2. The apparatus according to claim 1, wherein the fundus image detecting apparatus is configured to:

and acquiring an image of a target area from the fundus image based on the numerical value of each element in the probability matrix, wherein the center of the image of the target area coincides with the center of the optic disc.

3. The apparatus according to claim 2, wherein the fundus image detecting apparatus is configured to:

determining the optic disc center and optic disc diameter based on the binarization matrix;

and determining the target area based on the center of the video disc and the diameter of the video disc, wherein the center of the target area coincides with the center of the video disc.

4. The apparatus according to claim 1, wherein the fundus image detecting apparatus is configured to:

and respectively extracting features of the first image and the second image through a first feature extractor and a second feature extractor in the image classification model to obtain a first feature matrix corresponding to the first image and a second feature matrix corresponding to the second image, and respectively carrying out global pooling treatment on the first feature matrix and the second feature matrix to obtain the first feature vector and the second feature vector.

5. The apparatus of claim 4, wherein the first feature extractor and the second feature extractor are of the same parameters.

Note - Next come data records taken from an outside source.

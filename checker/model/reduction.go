package model

import (
	"strings"

	"kern/checker/action"
	"kern/lang"
)

// ReductionKind is how imposed loads of floors are reduced for a member.
type ReductionKind uint8

// The kinds of reduction.
const (
	NoReduction     ReductionKind = iota
	ByStoreys                     // EN 1991-1-1 6.3.1.2(11)
	ByArea                        // EN 1991-1-1 6.3.1.2(10)
	ByTributaryArea               // ASCE/SEI 7 4.7
	StatedReduction               // the factor is stated
)

// Reduction is how the imposed loads of the floors that a member carries are
// reduced.
type Reduction struct {
	Kind    ReductionKind
	Value   float64 // of a stated one
	Because string
	Element float64 // K_LL of a reduction by tributary area
	Place   lang.Place
}

// reduce reads
//
//	reduce imposed by storeys|by area|off
//	reduce live by tributary area K_LL NUMBER
func (r *reader) reduce() (Reduction, bool) {
	out := Reduction{Place: r.place(r.stmt.Line)}
	what, ok := r.wordOf("what is reduced", "imposed", "live")
	if !ok {
		return out, false
	}
	if _, off := r.word("off"); off {
		return out, r.end()
	}
	if _, ok := r.wordOf("how it is reduced", "by"); !ok {
		return out, false
	}
	if what == "live" {
		out.Kind = ByTributaryArea
		for _, w := range []string{"tributary", "area"} {
			if _, ok := r.wordOf("how live loads are reduced", w); !ok {
				return out, false
			}
		}
		if _, ok := r.wordOf("the live load element factor (4 for inner columns)", "K_LL"); !ok {
			return out, false
		}
		if out.Element, _, ok = r.quantity(want{what: "the live load element factor K_LL", min: 1, max: 4}); !ok {
			return out, false
		}
		return out, r.end()
	}
	word, ok := r.wordOf("how imposed loads are reduced", "storeys", "area")
	if !ok {
		return out, false
	}
	out.Kind = map[string]ReductionKind{"storeys": ByStoreys, "area": ByArea}[word]
	if e := r.peek(); e.Is("and") || e.Is("by") || e.Is("storeys") || e.Is("area") {
		r.problem(lang.Problem{Rule: "reductions-together", Span: e.Span.Join(r.args[len(r.args)-1].Span), Message: bothReductions,
			Fixes: []lang.Fix{lang.Replace("Keep by "+word, false, lang.Span{Start: e.Span.Start, End: r.args[len(r.args)-1].Span.End}, "")}})
		return out, false
	}
	return out, r.end()
}

const bothReductions = "imposed loads are reduced by storeys (alpha_n) or by area (alpha_A), never by both: EN 1991-1-1 6.3.1.2"

// reduction reads the factor that a calculation states itself, "reduction = 0.8
// because …"; the sign is taken.
func (r *reader) reduction() (Reduction, bool) {
	out := Reduction{Kind: StatedReduction, Place: r.place(r.stmt.Line)}
	var ok bool
	if out.Value, _, ok = r.quantity(want{what: "the reduction factor", min: 0.1, max: 1}); !ok {
		return out, false
	}
	if out.Because, ok = r.because(); !ok {
		return out, false
	}
	return out, r.end()
}

// reducedTwice reports a second reduction in one block.
func (r *reader) reducedTwice(first declared) {
	p := lang.Problem{Rule: "value-given-twice", Span: r.stmt.Line, Message: "how imposed loads are reduced is said twice",
		Related: []lang.Related{{Place: lang.Place{Decl: first.decl, Span: first.stmt.Line}, Message: "said here first"}}}
	text := func(d *lang.Decl, s *lang.Stmt) string { return strings.Join(strings.Fields(s.Line.Of(d.Text)), " ") }
	a, b := text(first.decl, first.stmt), text(r.decl, r.stmt)
	if a != b && strings.HasPrefix(a, "reduce imposed by ") && strings.HasPrefix(b, "reduce imposed by ") {
		p.Rule, p.Message = "reductions-together", bothReductions
	}
	r.problem(p)
}

// moments reads "moments nominal" or "moments continuous": whether loads off the
// centroid make nominal moments of simple construction.
func (r *reader) moments() (nominal bool) {
	w, _ := r.wordOf("how moments of loads off the centroid are found", "continuous", "nominal")
	return w == "nominal"
}

// Accompanied tells whether a combination has, or for one that is written out may
// have, a psi value in the factor of a case. A factor that is written out counts as
// a full one from gamma_Q on, or from 1 where no standard combines the cases.
func (env *Env) Accompanied(c Combination, i int) bool {
	if c.Label == "" {
		return i < len(c.Accompanying) && c.Accompanying[i]
	}
	full := 1.0
	if env.Basis.Actions == actionsStandard {
		full = env.Basis.Combining.Values.Q
		if o, ok := env.Basis.Overrides["gamma_Q"]; ok {
			full = o.Value
		}
	}
	return c.Factors[i] < full*(1-1e-9)
}

// PsiOf is psi_0 of a case, 1 where it is not known.
func (env *Env) PsiOf(i int) float64 {
	v := env.Basis.Combining.Values
	if v.Annex == "" {
		v = action.Recommended
	}
	if p, ok := v.Psi(env.Cases[i].Case); ok {
		return p[0]
	}
	return 1
}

6. The apparatus according to claim 1, wherein the fundus image detecting apparatus is configured to:

7. A fundus image detection method, the method comprising:

8. The method of claim 7, wherein the acquiring a set of fundus images to be detected in response to an image detection instruction, the set of fundus images including a first image corresponding to a left eye and a second image corresponding to a right eye, comprises:

9. The method of claim 8, wherein the acquiring an image of the target region from the fundus image based on the numerical sizes of the respective elements in the probability matrix comprises:

10. The method of claim 7, wherein the feature extraction of the first image and the second image by the image classification model to obtain a first feature vector and a second feature vector comprises:

11. The method of claim 10, wherein the first feature extractor and the second feature extractor are of the same parameters.

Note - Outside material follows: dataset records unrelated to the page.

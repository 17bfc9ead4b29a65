package model

import (
	"fmt"
	"slices"
	"strings"

	"kern/lang"
	"kern/lang/unit"
)

// reader reads the parts of one statement in order. It reports the first thing
// that is wrong and is silent after that.
type reader struct {
	env    *Env
	decl   *lang.Decl
	stmt   *lang.Stmt
	args   []*lang.Expr
	report func(lang.Diagnostic)
	names  lang.Lookup
	failed bool
	// tried are the words that could have stood where the next part stands.
	tried  [8]string
	trials int
	// silent is set when the reason was reported where it lies.
	silent bool
}

func (r *reader) problem(p lang.Problem) {
	if r.failed || p.Rule == "" {
		r.silent = r.silent || !r.failed
		r.failed = true
		return
	}
	r.failed = true
	r.report(lang.Diagnostic{Decl: r.decl, Problem: p})
}

func (r *reader) fail(rule string, span lang.Span, format string, args ...any) {
	r.problem(lang.Problem{Rule: rule, Span: span, Message: fmt.Sprintf(format, args...)})
}

// place is a span of the statement's declaration.
func (r *reader) place(span lang.Span) lang.Place { return lang.Place{Decl: r.decl, Span: span} }

// peek is the next part, nil at the end.
func (r *reader) peek() *lang.Expr {
	if len(r.args) == 0 {
		return nil
	}
	return r.args[0]
}

func (r *reader) take() *lang.Expr {
	e := r.peek()
	if e != nil {
		r.args = r.args[1:]
		r.trials = 0
	}
	return e
}

// after is the span just behind what was read, for things that are missing.
func (r *reader) after() lang.Span {
	if e := r.peek(); e != nil {
		return e.Span
	}
	return r.stmt.Line
}

// word takes the next part when it is one of the words.
func (r *reader) word(words ...string) (string, bool) {
	if e := r.peek(); e != nil && e.Kind == lang.NameExpr {
		for _, w := range words {
			if e.Text == w {
				r.take()
				return w, true
			}
		}
		r.trials += copy(r.tried[r.trials:], words)
	}
	return "", false
}

// wordOf is word for a part that must be there.
func (r *reader) wordOf(what string, words ...string) (string, bool) {
	if w, ok := r.word(words...); ok {
		return w, true
	}
	e := r.peek()
	join := len(words) == 1 && lang.Joins(words[0])
	switch {
	case e == nil && join:
		r.fail("wrong-form", r.stmt.Line, "%s is missing: %s …", what, words[0])
	case e == nil:
		r.fail("wrong-form", r.stmt.Line, "%s is missing: %s", what, lang.OrList(words))
	case e.Kind == lang.NameExpr:
		p := lang.Problem{Rule: "unknown-word", Span: e.Span, Message: fmt.Sprintf("%s is %s, not '%s'", what, lang.OrList(words), e.Text)}
		if len(words) == 1 {
			p.Message = fmt.Sprintf("the word '%s' is due here, not '%s'", words[0], e.Text)
		}
		near, sure := nearest(e.Text, words, 1)
		for _, n := range near {
			p.Fixes = append(p.Fixes, lang.Replace("Write "+n, sure, e.Span, n))
		}
		r.problem(p)
	case join:
		r.problem(lang.Problem{Rule: "wrong-form", Span: e.Span, Message: fmt.Sprintf("%s begins with '%s'", what, words[0]),
			Fixes: []lang.Fix{lang.Replace("Add '"+words[0]+"'", false, lang.Span{Start: e.Span.Start, End: e.Span.Start}, words[0]+" ")}})
	default:
		r.fail("wrong-form", e.Span, "%s is due here: %s", what, lang.OrList(words))
	}
	return "", false
}

// text takes a quoted text.
func (r *reader) text(what string) (string, bool) {
	e := r.peek()
	if e != nil && e.Kind == lang.StringExpr {
		r.take()
		return e.Text, true
	}
	if e != nil && e.Kind == lang.NameExpr {
		span := e.Span
		for _, next := range r.args[1:] { // HEB 200, EN 10025-2: up to the next word of the language
			if next.Kind == lang.StringExpr || next.Kind == lang.CommaExpr || next.Kind == lang.NameExpr && lang.Joins(next.Text) {
				break
			}
			span = span.Join(next.Span)
		}
		r.problem(lang.Problem{Rule: "wrong-form", Span: span, Message: what + " stands in quotes",
			Fixes: []lang.Fix{lang.Replace("Put it in quotes", false, span, `"`+span.Of(r.decl.Text)+`"`)}})
		return "", false
	}
	r.fail("wrong-form", r.after(), "%s is due here, in quotes", what)
	return "", false
}

// because takes the reason that an override or departure must give.
func (r *reader) because() (string, bool) {
	if _, ok := r.word("because"); !ok {
		if r.slip() {
			return "", false
		}
		end := r.stmt.Line.End
		r.problem(lang.Problem{Rule: "missing-reason", Span: r.stmt.Line, Message: "this departs from the standard: say why with because \"…\"",
			Fixes: []lang.Fix{lang.Replace("Add a reason", false, lang.Span{Start: end, End: end}, ` because "…"`)}})
		return "", false
	}
	e := r.peek()
	reason, ok := r.text("the reason")
	if ok && (strings.TrimSpace(reason) == "" || reason == "…") {
		r.fail("missing-reason", e.Span, "the reason is empty")
		return "", false
	}
	return reason, ok
}

// may notes a word that could stand next, and tells whether it does.
func (r *reader) may(word string) bool {
	if r.peek().Is(word) {
		return true
	}
	r.trials += copy(r.tried[r.trials:], []string{word})
	return false
}

// slip reports the next part when it is a slip of a word that could stand there.
func (r *reader) slip() bool {
	e := r.peek()
	if e == nil || e.Kind != lang.NameExpr || r.failed {
		return false
	}
	near, sure := nearest(e.Text, r.tried[:r.trials], 1)
	if len(near) == 0 {
		return false
	}
	r.problem(lang.Problem{Rule: "unknown-word", Span: e.Span, Message: "'" + e.Text + "' has no meaning here; did you mean " + near[0] + "?",
		Fixes: []lang.Fix{lang.Replace("Write "+near[0], sure, e.Span, near[0])}})
	return true
}

// end complains about parts that nobody took.
func (r *reader) end() bool {
	if e := r.peek(); e != nil && !r.failed && !r.slip() {
		rest := e.Span.Join(r.args[len(r.args)-1].Span)
		p := lang.Problem{Rule: "left-over", Span: rest, Message: "'" + clip(e.Span.Of(r.decl.Text)) + "' does not belong here: " + lang.A("'"+r.stmt.Word+"'") + " statement ends before it",
			Fixes: []lang.Fix{lang.Replace("Remove it", false, rest, "")}}
		switch {
		case e.Kind == lang.NameExpr && unit.Known(e.Text):
			p.Notes = append(p.Notes, "a unit is written without blanks inside: kNm, kN/m")
		case e.Kind == lang.UnaryExpr:
			p.Notes = append(p.Notes, "a minus with a blank before it and none behind it begins a new part; to subtract write a - b")
		case len(r.args) > 1 && slices.ContainsFunc(r.args, func(a *lang.Expr) bool { return a.Kind == lang.EqualsExpr }):
			p.Notes = append(p.Notes, "statements on one line are parted by ;")
		}
		r.problem(p)
	}
	return !r.failed
}

func clip(s string) string {
	if len(s) > 30 {
		return strings.ToValidUTF8(s[:30], "") + "…"
	}
	return s
}

// want is a quantity that a place needs.
type want struct {
	what string // with article: "a height"
	dim  unit.Dim
	unit string // the unit to offer for a bare number
	// min and max bound what can be, in SI units; zero for no bound.
	min, max float64
	signed   bool // negative values make sense
	zero     bool // zero makes sense
}

// fits tells whether a value lies within the bounds.
func (w want) fits(v float64) bool {
	return v == 0 || (w.min == 0 || abs(v) >= w.min) && (w.max == 0 || abs(v) <= w.max)
}

// quantity takes an expression and gives its value in SI units.
func (r *reader) quantity(w want) (float64, lang.Span, bool) {
	e := r.take()
	if e == nil {
		r.problem(lang.Problem{Rule: "missing-value", Span: r.stmt.Line, Message: w.what + " is missing"})
		return 0, lang.Span{}, false
	}
	if e.Kind == lang.EqualsExpr || e.Kind == lang.CommaExpr || e.Kind == lang.CompareExpr {
		r.fail("wrong-form", e.Span, "%s is due here", w.what)
		return 0, e.Span, false
	}
	if e.Kind == lang.QuantExpr && e.Unit.Symbol == "" {
		r.problem(*lang.UnknownUnit(e, w.dim, false))
		return 0, e.Span, false
	}
	q, p := lang.Eval(e, r.names)
	if p != nil {
		r.problem(*p)
		return 0, e.Span, false
	}
	if q.Dim != w.dim {
		r.problem(r.mismatch(e, q, w))
		return 0, e.Span, false
	}
	return q.Value, e.Span, r.possible(e, q.Value, w)
}

// mismatch is the problem of a quantity of another dimension than is due, in
// the light of what follows it.
func (r *reader) mismatch(e *lang.Expr, q unit.Quantity, w want) lang.Problem {
	next := r.peek()
	if e.Kind != lang.NumberExpr || next == nil {
		return mismatch(e, q, w)
	}
	both := e.Span.Join(next.Span)
	gap := lang.Span{Start: e.Span.End, End: next.Span.Start}
	switch next.Kind {
	case lang.NameExpr:
		if u, err := unit.Parse(next.Text); err == nil && u.Dim == w.dim && gap.Len() > 1 {
			return lang.Problem{Rule: "missing-unit", Span: both, Message: "a unit stands one blank at most behind its number",
				Fixes: []lang.Fix{lang.Replace("Leave one blank", true, gap, " ")}}
		}
	case lang.NumberExpr, lang.QuantExpr, lang.BinaryExpr:
		p := lang.Problem{Rule: "bad-number", Span: both, Message: "two numbers stand side by side"}
		if digits := next.Span.Of(r.decl.Text); len(digits) > 3 && next.Kind == lang.QuantExpr && strings.Trim(digits[:3], "0123456789") == "" && digits[3] == ' ' {
			p.Message += ": digits are grouped with _"
			p.Fixes = append(p.Fixes, lang.Replace("Group the digits", false, gap, "_"))
		}
		return p
	}
	return mismatch(e, q, w)
}

// possible refuses values that cannot be what was meant.
func (r *reader) possible(e *lang.Expr, v float64, w want) bool {
	switch {
	case v < 0 && !w.signed:
		r.fail("impossible-value", e.Span, "%s cannot be negative", w.what)
	case v == 0 && !w.zero:
		r.fail("impossible-value", e.Span, "%s cannot be zero", w.what)
	case w.min > 0 && v != 0 && abs(v) < w.min, w.max > 0 && abs(v) > w.max:
		r.problem(magnitude(e, v, w))
	default:
		return true
	}
	return false
}

func abs(x float64) float64 {
	if x < 0 {
		return -x
	}
	return x
}

// magnitude is the problem of a value that is out by powers of ten; a unit that
// brings it into the range is offered.
func magnitude(e *lang.Expr, v float64, w want) lang.Problem {
	v = abs(v)
	side, bound := "small", w.min
	if w.max > 0 && v > w.max {
		side, bound = "large", w.max
	}
	show := func(x float64) string {
		if e.Kind == lang.QuantExpr && x/e.Unit.Factor >= 1e-3 && x/e.Unit.Factor < 1e6 {
			return unit.Short(x/e.Unit.Factor, 6) + " " + e.Text
		}
		for _, u := range unit.For(w.dim) {
			if y := x / u.Factor; y >= 0.1 && y < 10000 {
				return unit.Short(y, 3) + " " + u.Symbol
			}
		}
		return unit.Short(x, 3) + " " + w.dim.Base()
	}
	p := lang.Problem{Rule: "impossible-value", Span: e.Span,
		Message: fmt.Sprintf("%s of %s is far too %s to be meant: the limit is %s", w.what, show(v), side, show(bound))}
	if w.dim.IsNone() {
		p.Message = fmt.Sprintf("%s of %s is far too %s to be meant: the limit is %s", w.what, unit.Short(v, 3), side, unit.Short(bound, 3))
	}
	if e.Kind != lang.QuantExpr {
		return p
	}
	for _, u := range unit.For(w.dim) {
		x := e.Value * u.Factor
		ratio := x / v
		if (w.min == 0 || x >= w.min) && (w.max == 0 || x <= w.max) && u.Symbol != e.Text && powerOfTen(ratio) {
			p.Notes = append(p.Notes, fmt.Sprintf("%s would be %s times as much", unit.Exact(e.Value)+" "+u.Symbol, unit.Short(ratio, 1)))
			p.Fixes = append(p.Fixes, lang.Replace("Write "+unit.Exact(e.Value)+" "+u.Symbol, false, e.UnitSpan(), u.Symbol))
			break
		}
	}
	return p
}

func powerOfTen(x float64) bool {
	for _, p := range []float64{10, 100, 1e3, 1e6, 1e9, 1e-1, 1e-2, 1e-3, 1e-6, 1e-9} {
		if abs(x/p-1) < 1e-9 {
			return true
		}
	}
	return false
}

// offered are the units that a bare number most often lacks.
var offered = map[unit.Dim][]string{
	unit.Length: {"m", "mm", "ft", "in"}, unit.Force: {"kN", "N", "kip"}, unit.Stress: {"MPa", "kN/m2", "ksi"}, unit.Area: {"m2", "cm2", "mm2"},
	unit.Length4: {"cm4", "mm4", "in4"}, unit.Volume: {"cm3", "mm3", "in3"}, unit.Density: {"kg/m3"}, unit.ForcePerLength: {"kN/m"}, unit.Moment: {"kNm"}, unit.Length6: {"cm6"},
}

// mismatch is the problem of a quantity of another dimension than is due.
func mismatch(e *lang.Expr, q unit.Quantity, w want) lang.Problem {
	src := func(suffix string) lang.Fix {
		at := lang.Span{Start: e.Span.End, End: e.Span.End}
		return lang.Fix{Edits: []lang.Edit{{Place: lang.Place{Span: at}, New: suffix}}}
	}
	switch {
	case q.Dim.IsNone() && !w.dim.IsNone():
		p := lang.Problem{Rule: "missing-unit", Span: e.Span, Message: fmt.Sprintf("%s needs a unit of %s; this is a bare number", w.what, w.dim.Name())}
		if e.Kind == lang.NumberExpr {
			units := append([]string{w.unit}, offered[w.dim]...)
			for i, u := range units {
				if known, err := unit.Parse(u); err != nil || i > 0 && (u == w.unit || !w.fits(e.Value*known.Factor)) {
					continue // none to offer, offered already, or beyond what can be
				}
				f := src(" " + u)
				f.Title = "Write " + unit.Exact(e.Value) + " " + u
				p.Fixes = append(p.Fixes, f)
			}
			if w.unit != "" {
				p.Message += fmt.Sprintf(", write for instance %s %s", unit.Exact(e.Value), w.unit)
			}
		}
		return p
	case weighs(q.Dim, w.dim):
		p := lang.Problem{Rule: "mass-for-force", Span: e.Span, Message: fmt.Sprintf("%s needs a unit of %s; this is %s. Say kgf for the weight of a kilogram, or multiply by g", w.what, w.dim.Name(), lang.DimName(q.Dim))}
		if e.Kind == lang.QuantExpr {
			for _, pair := range [][2]string{{"kg", "kgf"}, {"lb", "lbf"}} {
				rest, ok := strings.CutPrefix(e.Text, pair[0])
				if u, err := unit.Parse(pair[1] + rest); ok && err == nil && u.Dim == w.dim {
					p.Fixes = append(p.Fixes, lang.Replace("Write "+u.Symbol, false, e.UnitSpan(), pair[1]+rest))
				}
			}
		}
		p.Fixes = append(p.Fixes, times(e, "Multiply by g", " * g"))
		return p
	case weighs(w.dim, q.Dim):
		return lang.Problem{Rule: "wrong-unit", Span: e.Span, Message: fmt.Sprintf("%s needs a unit of %s; this is %s, which divided by g is one", w.what, w.dim.Name(), lang.DimName(q.Dim)),
			Fixes: []lang.Fix{times(e, "Divide by g", " / g")}}
	}
	p := lang.Problem{Rule: "wrong-unit", Span: e.Span, Message: fmt.Sprintf("%s needs a unit of %s; this is %s", w.what, w.dim.Name(), lang.DimName(q.Dim))}
	if w.unit != "" {
		p.Message = fmt.Sprintf("%s needs a unit of %s, such as %s; this is %s", w.what, w.dim.Name(), w.unit, lang.DimName(q.Dim))
	}
	if w.dim.IsNone() {
		p.Message = fmt.Sprintf("%s is a pure number; this is %s", w.what, lang.DimName(q.Dim))
		if e.Kind == lang.QuantExpr {
			p.Fixes = append(p.Fixes, lang.Replace("Remove the unit", false, lang.Span{Start: e.Span.Start, End: e.Span.End}, unit.Exact(e.Value)))
		}
	} else if e.Kind == lang.QuantExpr {
		for _, n := range unit.Nearest(e.Text, w.dim, false, 6) {
			if u, err := unit.Parse(n); err == nil && u.Dim == w.dim && w.fits(e.Value*u.Factor) && len(p.Fixes) < 2 {
				p.Fixes = append(p.Fixes, lang.Replace("Write "+n, false, e.UnitSpan(), n))
			}
		}
	}
	return p
}

// weighs tells whether the second dimension is the weight of what the first is
// the mass of, under gravity.
func weighs(mass, weight unit.Dim) bool {
	d, ok := mass.Mul(unit.Acceleration)
	return ok && d == weight && mass.M != 0
}

// times multiplies an expression; a sum gets brackets around it.
func times(e *lang.Expr, title, by string) lang.Fix {
	f := lang.Fix{Title: title}
	end := lang.Span{Start: e.Span.End, End: e.Span.End}
	if e.Kind == lang.BinaryExpr && (e.Op == '+' || e.Op == '-') {
		start := lang.Span{Start: e.Span.Start, End: e.Span.Start}
		f.Edits = []lang.Edit{{Place: lang.Place{Span: start}, New: "("}, {Place: lang.Place{Span: end}, New: ")" + by}}
		return f
	}
	f.Edits = []lang.Edit{{Place: lang.Place{Span: end}, New: by}}
	return f
}

// Unlike is the problem of a quantity that is compared with one of another
// dimension.
func Unlike(what string, e *lang.Expr, q unit.Quantity, dim unit.Dim) lang.Problem {
	w := want{what: what, dim: dim}
	if usual := unit.For(dim); len(usual) > 0 && !dim.IsNone() {
		w.unit = usual[0].Symbol
	}
	return mismatch(e, q, w)
}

12. The method of claim 7, wherein the obtaining a third feature vector based on the first feature vector and the second feature vector comprises:

13. A fundus image detection apparatus, the apparatus comprising:

a second vector acquisition module, configured to acquire a third feature vector based on the first feature vector and the second feature vector, where the third feature vector is used to indicate a difference between the first feature vector and the second feature vector;

The image classification module is used for splicing the first feature vector, the second feature vector and the third feature vector to obtain a fourth feature vector corresponding to the group of fundus images; inputting the fourth feature vector into a first full connection layer, and mapping the fourth feature vector into a two-dimensional vector by the first full connection layer; taking the label indicated by the two-dimensional vector as a label corresponding to the group of fundus images, wherein the label is a fundus image of glaucoma or a fundus image of glaucoma; outputting labels corresponding to the group of fundus images; the method comprises the steps of,

the right eye label determining module is used for inputting the second feature vector into a third full-connection layer, and determining a right eye label corresponding to the second image based on an output result of the third full-connection layer.

14. The apparatus of claim 13, wherein the image acquisition module is to:

15. The apparatus of claim 14, wherein the image acquisition module is to:

16. The apparatus of claim 13, wherein the first vector acquisition module is configured to:

17. The apparatus of claim 16, wherein the first feature extractor and the second feature extractor are of the same parameters.

18. The apparatus of claim 13, wherein the second vector acquisition module is to:

19. A computer-readable storage medium having stored therein at least one program code loaded and executed by a processor to perform the operations performed by the fundus image detection method of any of claims 7 to 12.